- [Required action] With the line containing "const id = clientIdParam(params.clientId);" as the start and the line containing "const [conflict, setConflict]" as the end, transcribe that span of the entries below exactly, including both.

- [Data for analysis]
********************

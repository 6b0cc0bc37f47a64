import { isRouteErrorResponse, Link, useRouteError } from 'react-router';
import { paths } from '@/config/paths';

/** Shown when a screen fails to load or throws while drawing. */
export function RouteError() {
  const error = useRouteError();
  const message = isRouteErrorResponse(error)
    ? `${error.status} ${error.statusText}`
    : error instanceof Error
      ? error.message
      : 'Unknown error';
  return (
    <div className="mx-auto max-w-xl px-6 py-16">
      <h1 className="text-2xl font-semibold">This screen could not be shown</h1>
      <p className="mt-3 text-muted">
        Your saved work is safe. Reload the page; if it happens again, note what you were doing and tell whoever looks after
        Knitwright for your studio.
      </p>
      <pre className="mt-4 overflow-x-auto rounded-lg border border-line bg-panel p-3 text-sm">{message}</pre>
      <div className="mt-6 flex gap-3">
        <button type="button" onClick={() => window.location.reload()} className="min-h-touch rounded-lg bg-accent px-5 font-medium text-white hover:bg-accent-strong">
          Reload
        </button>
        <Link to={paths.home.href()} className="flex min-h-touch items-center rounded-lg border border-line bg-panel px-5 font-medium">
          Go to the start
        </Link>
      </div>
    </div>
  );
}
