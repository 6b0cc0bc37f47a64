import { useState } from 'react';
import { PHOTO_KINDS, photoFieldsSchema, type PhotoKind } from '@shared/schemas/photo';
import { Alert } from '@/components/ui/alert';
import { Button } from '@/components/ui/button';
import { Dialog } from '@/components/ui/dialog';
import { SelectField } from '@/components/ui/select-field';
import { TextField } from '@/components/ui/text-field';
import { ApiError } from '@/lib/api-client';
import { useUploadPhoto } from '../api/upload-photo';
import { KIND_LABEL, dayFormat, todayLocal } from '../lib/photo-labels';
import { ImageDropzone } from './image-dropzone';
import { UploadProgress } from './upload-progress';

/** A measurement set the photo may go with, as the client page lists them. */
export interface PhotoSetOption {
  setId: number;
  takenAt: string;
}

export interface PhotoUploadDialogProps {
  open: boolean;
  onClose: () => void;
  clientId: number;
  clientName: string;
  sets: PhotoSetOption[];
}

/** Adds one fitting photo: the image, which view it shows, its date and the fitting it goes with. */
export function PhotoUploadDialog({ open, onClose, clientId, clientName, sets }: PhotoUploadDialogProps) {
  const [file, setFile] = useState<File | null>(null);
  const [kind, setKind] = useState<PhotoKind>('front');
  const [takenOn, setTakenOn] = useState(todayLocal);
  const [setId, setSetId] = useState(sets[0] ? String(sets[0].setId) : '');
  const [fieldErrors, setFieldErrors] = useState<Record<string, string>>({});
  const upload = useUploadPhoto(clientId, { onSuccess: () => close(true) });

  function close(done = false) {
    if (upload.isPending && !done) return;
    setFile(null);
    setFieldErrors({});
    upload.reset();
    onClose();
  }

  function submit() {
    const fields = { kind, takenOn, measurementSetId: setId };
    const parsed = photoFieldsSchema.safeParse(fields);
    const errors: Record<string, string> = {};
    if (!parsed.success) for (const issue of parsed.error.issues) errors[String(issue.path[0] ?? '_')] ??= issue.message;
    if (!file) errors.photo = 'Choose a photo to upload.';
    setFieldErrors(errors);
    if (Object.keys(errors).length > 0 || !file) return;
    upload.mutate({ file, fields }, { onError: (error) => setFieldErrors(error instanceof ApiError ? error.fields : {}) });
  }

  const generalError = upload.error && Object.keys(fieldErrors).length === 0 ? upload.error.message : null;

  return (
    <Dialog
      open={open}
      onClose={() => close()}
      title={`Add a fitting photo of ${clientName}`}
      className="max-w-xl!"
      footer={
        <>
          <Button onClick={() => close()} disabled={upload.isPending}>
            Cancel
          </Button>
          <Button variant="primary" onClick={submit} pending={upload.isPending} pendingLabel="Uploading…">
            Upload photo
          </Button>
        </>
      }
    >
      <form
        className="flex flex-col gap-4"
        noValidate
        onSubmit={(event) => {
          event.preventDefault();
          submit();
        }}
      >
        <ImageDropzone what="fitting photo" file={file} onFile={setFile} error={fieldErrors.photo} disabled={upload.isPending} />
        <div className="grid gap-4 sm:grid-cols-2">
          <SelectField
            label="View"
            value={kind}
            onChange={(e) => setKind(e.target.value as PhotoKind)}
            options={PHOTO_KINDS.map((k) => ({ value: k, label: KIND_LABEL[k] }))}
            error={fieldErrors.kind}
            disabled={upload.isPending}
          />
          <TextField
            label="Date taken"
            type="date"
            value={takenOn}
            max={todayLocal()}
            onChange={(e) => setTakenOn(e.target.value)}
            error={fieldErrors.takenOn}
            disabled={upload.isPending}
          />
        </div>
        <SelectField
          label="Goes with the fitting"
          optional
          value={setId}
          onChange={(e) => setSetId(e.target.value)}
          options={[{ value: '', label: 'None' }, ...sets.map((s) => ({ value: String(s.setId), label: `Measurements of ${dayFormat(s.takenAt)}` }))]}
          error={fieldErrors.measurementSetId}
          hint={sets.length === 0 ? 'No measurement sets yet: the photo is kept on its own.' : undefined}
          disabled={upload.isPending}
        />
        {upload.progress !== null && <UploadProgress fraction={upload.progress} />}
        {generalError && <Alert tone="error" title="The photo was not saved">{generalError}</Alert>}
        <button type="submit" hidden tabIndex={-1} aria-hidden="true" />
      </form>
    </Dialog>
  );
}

********************

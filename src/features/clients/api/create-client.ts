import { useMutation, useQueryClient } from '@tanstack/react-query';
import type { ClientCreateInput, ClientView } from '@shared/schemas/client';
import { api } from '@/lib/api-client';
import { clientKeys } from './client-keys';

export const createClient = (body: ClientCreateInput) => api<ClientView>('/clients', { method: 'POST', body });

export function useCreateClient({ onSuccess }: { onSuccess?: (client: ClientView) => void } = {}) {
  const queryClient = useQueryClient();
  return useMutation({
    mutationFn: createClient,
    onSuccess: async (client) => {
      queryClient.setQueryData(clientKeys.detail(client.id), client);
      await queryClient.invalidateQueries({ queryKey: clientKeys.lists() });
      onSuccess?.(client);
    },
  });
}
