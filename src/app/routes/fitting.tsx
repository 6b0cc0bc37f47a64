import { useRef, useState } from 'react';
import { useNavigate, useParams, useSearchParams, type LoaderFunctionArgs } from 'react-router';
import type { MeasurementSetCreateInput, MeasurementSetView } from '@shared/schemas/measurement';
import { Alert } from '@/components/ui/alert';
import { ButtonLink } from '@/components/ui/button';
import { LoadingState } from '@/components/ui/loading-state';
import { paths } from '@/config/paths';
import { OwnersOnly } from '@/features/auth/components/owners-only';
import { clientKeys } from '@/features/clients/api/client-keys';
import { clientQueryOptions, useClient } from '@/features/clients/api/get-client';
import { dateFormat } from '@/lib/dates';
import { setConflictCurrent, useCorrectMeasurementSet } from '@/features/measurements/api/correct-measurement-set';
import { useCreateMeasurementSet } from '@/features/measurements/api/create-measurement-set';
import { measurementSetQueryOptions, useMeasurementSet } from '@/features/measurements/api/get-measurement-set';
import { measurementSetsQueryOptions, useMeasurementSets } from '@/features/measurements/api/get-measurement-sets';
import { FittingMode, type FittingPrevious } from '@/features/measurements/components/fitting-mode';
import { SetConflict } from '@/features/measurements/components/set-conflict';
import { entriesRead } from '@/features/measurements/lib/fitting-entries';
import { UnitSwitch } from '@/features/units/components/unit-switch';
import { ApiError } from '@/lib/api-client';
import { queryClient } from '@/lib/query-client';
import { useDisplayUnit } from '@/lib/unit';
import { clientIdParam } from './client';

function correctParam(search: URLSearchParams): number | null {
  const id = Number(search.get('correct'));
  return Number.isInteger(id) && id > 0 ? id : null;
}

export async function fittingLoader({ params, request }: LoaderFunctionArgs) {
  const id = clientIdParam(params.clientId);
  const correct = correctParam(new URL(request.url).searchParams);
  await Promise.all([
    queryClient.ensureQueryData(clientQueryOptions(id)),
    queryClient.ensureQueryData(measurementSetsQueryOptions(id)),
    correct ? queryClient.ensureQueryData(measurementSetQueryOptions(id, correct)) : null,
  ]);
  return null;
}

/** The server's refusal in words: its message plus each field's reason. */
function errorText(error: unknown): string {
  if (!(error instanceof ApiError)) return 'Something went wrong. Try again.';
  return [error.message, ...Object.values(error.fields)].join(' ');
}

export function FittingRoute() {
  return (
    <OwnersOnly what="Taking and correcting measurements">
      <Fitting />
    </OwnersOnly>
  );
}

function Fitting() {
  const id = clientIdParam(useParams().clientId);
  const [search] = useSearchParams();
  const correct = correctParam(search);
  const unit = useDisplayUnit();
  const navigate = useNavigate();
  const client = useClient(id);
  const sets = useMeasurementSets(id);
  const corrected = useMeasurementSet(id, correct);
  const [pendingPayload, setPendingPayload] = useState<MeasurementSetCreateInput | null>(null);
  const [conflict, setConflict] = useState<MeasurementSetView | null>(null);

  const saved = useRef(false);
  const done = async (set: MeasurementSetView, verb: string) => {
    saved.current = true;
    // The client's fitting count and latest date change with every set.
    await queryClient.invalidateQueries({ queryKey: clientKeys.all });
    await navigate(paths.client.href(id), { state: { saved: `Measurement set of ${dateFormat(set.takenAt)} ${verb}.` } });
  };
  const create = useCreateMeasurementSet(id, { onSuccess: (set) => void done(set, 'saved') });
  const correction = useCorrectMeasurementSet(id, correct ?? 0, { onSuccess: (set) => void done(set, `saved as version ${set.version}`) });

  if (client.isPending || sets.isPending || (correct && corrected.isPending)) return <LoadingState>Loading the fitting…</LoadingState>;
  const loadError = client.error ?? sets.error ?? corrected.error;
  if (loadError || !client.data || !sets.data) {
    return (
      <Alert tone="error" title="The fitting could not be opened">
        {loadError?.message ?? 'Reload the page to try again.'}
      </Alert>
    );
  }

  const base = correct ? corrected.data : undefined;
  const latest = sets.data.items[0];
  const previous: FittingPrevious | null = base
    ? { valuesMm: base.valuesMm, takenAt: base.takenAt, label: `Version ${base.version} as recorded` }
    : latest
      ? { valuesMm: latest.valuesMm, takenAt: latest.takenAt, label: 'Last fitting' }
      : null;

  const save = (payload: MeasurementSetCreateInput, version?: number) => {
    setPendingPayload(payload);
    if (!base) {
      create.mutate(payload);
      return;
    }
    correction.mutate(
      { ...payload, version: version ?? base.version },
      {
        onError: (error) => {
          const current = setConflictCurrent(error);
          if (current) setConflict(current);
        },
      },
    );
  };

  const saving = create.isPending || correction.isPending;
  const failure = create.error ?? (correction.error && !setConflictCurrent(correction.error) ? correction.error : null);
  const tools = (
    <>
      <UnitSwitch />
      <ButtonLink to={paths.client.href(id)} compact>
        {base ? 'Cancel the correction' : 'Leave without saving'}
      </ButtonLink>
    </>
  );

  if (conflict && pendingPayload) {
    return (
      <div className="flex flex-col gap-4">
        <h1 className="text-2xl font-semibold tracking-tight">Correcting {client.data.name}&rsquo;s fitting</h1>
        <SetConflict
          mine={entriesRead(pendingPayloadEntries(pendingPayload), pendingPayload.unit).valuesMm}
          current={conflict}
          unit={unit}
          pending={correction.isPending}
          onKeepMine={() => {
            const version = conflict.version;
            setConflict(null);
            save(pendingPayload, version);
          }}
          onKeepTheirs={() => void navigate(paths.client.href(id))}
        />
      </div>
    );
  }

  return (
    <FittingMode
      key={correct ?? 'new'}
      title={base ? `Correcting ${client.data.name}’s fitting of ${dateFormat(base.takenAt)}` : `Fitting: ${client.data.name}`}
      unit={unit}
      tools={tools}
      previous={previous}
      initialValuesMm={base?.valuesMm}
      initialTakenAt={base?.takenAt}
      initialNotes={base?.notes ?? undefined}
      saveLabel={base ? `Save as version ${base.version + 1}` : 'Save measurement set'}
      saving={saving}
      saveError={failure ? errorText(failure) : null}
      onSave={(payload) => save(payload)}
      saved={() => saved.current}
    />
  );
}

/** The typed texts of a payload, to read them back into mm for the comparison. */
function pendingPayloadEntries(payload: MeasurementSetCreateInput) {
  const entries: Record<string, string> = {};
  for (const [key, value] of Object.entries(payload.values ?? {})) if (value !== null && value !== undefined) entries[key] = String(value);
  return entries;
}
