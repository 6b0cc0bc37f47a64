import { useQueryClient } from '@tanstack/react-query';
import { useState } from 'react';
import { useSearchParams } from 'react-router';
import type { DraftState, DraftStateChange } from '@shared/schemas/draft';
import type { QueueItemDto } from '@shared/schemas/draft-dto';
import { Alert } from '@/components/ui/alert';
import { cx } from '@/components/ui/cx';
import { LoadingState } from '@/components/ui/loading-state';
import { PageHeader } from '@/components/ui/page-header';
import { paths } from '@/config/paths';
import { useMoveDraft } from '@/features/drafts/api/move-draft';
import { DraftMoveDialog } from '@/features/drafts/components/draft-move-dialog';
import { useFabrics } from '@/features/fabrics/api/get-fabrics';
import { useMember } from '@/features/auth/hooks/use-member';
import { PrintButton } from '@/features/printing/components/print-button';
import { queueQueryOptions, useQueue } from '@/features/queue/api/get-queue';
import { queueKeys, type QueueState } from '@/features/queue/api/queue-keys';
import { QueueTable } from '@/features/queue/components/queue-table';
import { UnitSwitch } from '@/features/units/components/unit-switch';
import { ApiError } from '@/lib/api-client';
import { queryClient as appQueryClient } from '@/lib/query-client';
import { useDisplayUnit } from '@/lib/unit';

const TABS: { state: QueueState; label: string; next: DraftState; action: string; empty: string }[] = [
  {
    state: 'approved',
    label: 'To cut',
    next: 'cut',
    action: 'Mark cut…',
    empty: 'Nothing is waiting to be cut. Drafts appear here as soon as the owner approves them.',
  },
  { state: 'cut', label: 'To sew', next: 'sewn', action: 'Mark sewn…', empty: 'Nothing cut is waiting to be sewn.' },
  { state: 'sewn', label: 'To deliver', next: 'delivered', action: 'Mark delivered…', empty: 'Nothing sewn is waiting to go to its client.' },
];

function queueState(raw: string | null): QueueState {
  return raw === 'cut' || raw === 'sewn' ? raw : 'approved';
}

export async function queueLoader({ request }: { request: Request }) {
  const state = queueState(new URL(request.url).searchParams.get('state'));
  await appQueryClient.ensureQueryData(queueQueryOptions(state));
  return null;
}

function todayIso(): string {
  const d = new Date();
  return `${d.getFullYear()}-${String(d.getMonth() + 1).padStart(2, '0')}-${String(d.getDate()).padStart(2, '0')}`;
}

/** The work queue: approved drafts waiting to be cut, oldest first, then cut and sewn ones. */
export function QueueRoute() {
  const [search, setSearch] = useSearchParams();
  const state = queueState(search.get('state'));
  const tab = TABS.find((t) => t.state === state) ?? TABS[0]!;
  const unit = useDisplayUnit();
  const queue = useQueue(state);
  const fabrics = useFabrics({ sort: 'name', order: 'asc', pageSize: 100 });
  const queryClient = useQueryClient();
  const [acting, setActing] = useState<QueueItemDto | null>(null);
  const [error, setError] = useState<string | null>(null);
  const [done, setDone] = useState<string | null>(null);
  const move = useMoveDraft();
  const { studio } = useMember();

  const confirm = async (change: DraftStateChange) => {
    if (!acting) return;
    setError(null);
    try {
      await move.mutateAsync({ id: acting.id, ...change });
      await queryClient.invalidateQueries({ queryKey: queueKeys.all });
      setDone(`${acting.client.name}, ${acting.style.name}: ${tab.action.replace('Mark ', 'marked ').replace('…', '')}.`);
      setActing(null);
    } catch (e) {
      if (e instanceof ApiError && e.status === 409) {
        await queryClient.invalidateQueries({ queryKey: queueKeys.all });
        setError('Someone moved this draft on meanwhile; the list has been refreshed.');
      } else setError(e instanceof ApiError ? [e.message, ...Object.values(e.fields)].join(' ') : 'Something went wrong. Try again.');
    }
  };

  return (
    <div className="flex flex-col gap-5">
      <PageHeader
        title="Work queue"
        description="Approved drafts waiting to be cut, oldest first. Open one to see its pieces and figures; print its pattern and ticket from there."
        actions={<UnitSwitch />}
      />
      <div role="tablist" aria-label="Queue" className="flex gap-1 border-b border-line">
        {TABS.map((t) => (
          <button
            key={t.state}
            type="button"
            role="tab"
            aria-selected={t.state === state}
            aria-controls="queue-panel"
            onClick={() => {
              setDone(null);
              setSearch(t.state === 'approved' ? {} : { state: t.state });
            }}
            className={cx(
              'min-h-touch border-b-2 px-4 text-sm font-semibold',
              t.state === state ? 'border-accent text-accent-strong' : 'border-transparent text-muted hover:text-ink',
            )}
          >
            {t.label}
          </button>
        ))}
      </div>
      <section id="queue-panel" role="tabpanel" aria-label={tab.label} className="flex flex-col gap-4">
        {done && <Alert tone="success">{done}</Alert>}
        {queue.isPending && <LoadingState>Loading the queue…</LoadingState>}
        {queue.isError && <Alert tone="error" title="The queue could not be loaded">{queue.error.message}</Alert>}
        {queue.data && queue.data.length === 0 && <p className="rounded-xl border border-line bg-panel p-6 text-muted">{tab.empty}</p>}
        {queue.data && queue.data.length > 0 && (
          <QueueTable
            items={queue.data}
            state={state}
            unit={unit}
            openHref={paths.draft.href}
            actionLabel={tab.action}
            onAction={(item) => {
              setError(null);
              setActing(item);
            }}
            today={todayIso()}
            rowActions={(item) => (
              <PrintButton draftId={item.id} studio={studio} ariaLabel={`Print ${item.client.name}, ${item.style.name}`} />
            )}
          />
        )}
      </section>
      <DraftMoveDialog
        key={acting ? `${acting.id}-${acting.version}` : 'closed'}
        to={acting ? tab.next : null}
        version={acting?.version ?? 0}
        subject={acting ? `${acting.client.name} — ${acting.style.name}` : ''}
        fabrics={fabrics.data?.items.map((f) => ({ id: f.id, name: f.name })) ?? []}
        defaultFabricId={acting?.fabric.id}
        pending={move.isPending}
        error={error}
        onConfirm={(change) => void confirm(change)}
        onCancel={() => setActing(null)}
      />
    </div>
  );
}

********************

- [Exercise answer]
  const id = clientIdParam(params.clientId);
  const correct = correctParam(new URL(request.url).searchParams);
  await Promise.all([
    queryClient.ensureQueryData(clientQueryOptions(id)),
    queryClient.ensureQueryData(measurementSetsQueryOptions(id)),
    correct ? queryClient.ensureQueryData(measurementSetQueryOptions(id, correct)) : null,
  ]);
  return null;
}

/** The server's refusal in words: its message plus each field's reason. */
function errorText(error: unknown): string {
  if (!(error instanceof ApiError)) return 'Something went wrong. Try again.';
  return [error.message, ...Object.values(error.fields)].join(' ');
}

export function FittingRoute() {
  return (
    <OwnersOnly what="Taking and correcting measurements">
      <Fitting />
    </OwnersOnly>
  );
}

function Fitting() {
  const id = clientIdParam(useParams().clientId);
  const [search] = useSearchParams();
  const correct = correctParam(search);
  const unit = useDisplayUnit();
  const navigate = useNavigate();
  const client = useClient(id);
  const sets = useMeasurementSets(id);
  const corrected = useMeasurementSet(id, correct);
  const [pendingPayload, setPendingPayload] = useState<MeasurementSetCreateInput | null>(null);
  const [conflict, setConflict] = useState<MeasurementSetView | null>(null);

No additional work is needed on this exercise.